### Records provided
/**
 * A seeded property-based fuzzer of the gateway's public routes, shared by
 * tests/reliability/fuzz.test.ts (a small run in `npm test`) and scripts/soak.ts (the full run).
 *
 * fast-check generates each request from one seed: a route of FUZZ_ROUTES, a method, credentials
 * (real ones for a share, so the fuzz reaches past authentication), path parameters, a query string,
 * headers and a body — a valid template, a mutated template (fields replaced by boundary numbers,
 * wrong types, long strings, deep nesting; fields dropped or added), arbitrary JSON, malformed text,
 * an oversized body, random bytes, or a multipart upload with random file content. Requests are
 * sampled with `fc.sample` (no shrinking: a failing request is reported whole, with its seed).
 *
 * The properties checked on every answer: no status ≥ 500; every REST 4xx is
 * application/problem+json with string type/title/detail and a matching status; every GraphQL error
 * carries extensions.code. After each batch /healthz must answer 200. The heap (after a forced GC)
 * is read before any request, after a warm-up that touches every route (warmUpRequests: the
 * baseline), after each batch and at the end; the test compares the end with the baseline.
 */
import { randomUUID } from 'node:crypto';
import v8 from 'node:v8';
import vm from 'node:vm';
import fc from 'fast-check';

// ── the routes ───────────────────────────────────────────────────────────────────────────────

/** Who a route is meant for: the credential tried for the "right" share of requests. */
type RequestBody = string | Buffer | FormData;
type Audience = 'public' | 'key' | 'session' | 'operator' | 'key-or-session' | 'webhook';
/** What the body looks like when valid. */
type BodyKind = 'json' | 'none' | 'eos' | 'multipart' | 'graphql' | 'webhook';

==

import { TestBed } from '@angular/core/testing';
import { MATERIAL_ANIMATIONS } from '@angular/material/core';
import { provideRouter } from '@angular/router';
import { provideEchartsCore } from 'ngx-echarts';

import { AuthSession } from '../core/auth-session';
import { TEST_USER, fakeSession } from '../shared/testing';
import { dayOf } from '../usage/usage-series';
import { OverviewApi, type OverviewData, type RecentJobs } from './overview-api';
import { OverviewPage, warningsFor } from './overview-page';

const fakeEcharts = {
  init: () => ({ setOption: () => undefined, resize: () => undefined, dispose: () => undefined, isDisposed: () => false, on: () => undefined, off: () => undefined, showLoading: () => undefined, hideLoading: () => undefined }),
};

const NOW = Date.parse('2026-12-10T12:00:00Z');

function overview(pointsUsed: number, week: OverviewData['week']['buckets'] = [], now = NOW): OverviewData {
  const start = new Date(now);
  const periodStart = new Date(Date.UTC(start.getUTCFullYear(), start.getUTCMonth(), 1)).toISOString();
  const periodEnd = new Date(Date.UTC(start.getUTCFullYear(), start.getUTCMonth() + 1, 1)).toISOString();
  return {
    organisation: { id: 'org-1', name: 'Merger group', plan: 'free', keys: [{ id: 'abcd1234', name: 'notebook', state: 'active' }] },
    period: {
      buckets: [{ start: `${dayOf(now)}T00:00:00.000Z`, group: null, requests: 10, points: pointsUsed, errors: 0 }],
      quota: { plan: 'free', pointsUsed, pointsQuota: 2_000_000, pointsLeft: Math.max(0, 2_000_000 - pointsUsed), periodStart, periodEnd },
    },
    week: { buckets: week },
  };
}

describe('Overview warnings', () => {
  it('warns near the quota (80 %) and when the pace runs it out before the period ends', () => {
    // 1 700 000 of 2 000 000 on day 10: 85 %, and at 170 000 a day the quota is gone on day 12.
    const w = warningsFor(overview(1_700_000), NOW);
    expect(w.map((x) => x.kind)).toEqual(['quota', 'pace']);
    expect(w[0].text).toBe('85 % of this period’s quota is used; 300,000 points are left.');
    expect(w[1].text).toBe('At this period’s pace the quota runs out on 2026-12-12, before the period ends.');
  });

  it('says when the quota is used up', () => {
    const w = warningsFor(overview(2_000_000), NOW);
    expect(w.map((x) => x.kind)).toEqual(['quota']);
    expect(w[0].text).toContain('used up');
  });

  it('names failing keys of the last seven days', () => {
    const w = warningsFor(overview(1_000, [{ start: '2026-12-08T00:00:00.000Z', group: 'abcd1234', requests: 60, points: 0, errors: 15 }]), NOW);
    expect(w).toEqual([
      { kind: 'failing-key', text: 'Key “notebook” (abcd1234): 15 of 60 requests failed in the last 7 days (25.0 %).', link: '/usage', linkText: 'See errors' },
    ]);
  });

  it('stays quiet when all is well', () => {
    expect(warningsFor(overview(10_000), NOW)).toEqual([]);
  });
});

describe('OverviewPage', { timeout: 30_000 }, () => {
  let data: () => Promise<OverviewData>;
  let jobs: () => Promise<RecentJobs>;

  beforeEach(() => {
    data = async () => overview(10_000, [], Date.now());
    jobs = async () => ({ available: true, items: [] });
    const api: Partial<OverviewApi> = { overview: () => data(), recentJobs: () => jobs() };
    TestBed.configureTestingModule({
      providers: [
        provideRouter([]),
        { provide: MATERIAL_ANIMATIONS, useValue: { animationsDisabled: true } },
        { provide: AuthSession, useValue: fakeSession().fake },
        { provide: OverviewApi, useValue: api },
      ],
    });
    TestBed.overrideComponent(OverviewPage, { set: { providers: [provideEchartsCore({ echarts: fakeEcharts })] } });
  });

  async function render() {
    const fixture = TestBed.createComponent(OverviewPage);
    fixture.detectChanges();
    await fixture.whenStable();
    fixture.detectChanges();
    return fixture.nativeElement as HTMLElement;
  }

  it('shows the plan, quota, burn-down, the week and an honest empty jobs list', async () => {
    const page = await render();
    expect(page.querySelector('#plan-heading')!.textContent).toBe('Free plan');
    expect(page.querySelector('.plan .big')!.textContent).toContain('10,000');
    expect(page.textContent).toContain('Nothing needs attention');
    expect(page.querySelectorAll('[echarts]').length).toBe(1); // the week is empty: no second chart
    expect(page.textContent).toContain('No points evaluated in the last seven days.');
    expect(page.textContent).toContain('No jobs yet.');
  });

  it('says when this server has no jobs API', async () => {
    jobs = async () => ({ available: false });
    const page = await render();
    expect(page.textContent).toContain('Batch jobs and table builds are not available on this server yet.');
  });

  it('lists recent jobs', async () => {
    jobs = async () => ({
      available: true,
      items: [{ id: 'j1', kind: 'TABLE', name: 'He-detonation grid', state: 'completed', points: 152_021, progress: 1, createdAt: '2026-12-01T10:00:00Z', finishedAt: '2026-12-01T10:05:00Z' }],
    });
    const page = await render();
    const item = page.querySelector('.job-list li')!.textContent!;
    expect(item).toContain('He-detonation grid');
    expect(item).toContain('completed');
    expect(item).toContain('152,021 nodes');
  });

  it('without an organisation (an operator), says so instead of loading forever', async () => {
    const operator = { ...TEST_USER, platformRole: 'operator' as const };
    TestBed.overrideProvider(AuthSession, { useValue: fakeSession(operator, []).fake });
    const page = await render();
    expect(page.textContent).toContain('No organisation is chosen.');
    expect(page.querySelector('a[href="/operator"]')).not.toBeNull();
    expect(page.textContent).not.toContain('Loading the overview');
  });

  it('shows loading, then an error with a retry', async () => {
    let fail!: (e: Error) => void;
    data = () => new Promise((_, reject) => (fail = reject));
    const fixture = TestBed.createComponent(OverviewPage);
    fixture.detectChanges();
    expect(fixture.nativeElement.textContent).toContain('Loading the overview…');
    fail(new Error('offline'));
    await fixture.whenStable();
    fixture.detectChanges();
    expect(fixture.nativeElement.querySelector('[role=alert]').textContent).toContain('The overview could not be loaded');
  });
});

==

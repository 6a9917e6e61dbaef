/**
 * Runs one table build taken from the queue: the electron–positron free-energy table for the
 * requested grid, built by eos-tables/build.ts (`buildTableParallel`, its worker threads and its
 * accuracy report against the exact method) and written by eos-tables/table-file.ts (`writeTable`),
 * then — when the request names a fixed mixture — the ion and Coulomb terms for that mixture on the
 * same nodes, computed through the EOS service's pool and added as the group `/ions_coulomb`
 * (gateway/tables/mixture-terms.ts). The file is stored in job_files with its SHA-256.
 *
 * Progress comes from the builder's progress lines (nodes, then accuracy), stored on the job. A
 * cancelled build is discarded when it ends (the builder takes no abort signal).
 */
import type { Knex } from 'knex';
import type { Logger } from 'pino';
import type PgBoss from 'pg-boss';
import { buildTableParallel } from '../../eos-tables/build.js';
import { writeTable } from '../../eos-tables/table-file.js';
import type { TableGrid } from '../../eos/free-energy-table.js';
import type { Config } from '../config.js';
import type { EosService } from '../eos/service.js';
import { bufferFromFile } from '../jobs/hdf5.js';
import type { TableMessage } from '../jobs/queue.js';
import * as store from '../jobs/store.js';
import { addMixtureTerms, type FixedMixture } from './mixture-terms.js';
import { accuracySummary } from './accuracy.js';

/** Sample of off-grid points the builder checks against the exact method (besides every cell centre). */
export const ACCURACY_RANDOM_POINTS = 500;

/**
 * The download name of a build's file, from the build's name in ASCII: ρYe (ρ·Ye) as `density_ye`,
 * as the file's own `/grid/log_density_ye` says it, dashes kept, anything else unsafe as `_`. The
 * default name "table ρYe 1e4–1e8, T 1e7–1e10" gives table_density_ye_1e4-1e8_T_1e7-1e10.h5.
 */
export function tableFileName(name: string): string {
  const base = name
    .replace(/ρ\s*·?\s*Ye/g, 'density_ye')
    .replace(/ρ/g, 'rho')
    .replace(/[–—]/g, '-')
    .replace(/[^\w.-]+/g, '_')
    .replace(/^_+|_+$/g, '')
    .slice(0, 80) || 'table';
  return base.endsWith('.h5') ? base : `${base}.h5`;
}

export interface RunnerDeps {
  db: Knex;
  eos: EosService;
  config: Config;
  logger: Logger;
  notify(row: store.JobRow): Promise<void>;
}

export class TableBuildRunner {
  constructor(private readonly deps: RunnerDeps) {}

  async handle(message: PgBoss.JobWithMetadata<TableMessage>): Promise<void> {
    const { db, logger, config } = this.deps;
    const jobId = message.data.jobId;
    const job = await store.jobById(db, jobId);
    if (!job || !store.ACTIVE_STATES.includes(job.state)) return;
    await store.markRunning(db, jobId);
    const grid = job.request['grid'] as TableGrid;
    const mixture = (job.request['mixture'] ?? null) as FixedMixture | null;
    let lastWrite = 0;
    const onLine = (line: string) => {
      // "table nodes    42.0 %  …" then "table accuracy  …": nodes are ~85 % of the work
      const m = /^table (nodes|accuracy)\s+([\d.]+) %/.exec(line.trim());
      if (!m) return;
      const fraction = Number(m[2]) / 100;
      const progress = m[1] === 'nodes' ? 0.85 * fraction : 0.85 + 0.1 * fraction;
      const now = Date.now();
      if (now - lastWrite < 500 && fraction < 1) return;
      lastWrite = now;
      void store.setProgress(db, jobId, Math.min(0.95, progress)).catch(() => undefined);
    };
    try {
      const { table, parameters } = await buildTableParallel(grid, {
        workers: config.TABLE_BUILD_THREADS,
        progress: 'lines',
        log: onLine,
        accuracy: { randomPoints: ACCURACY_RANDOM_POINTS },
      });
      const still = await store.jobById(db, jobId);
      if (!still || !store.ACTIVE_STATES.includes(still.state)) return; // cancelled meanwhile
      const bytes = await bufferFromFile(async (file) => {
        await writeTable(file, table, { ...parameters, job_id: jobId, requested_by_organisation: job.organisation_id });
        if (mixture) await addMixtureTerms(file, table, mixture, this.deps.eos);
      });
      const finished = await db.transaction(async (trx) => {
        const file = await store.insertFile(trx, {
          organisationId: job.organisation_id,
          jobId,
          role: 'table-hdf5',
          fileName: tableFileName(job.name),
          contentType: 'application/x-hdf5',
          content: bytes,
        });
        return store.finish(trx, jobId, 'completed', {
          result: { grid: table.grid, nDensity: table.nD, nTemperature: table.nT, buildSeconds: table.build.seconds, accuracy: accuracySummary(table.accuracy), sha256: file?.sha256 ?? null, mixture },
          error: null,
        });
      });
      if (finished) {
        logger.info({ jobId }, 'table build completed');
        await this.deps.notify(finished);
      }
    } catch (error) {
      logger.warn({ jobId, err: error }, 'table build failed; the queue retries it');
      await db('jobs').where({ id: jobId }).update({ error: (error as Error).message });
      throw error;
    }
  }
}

### Aim of the task
Report the number of lines in the listing that hold the string "textContent", and nothing else.

### Solution to this problem
11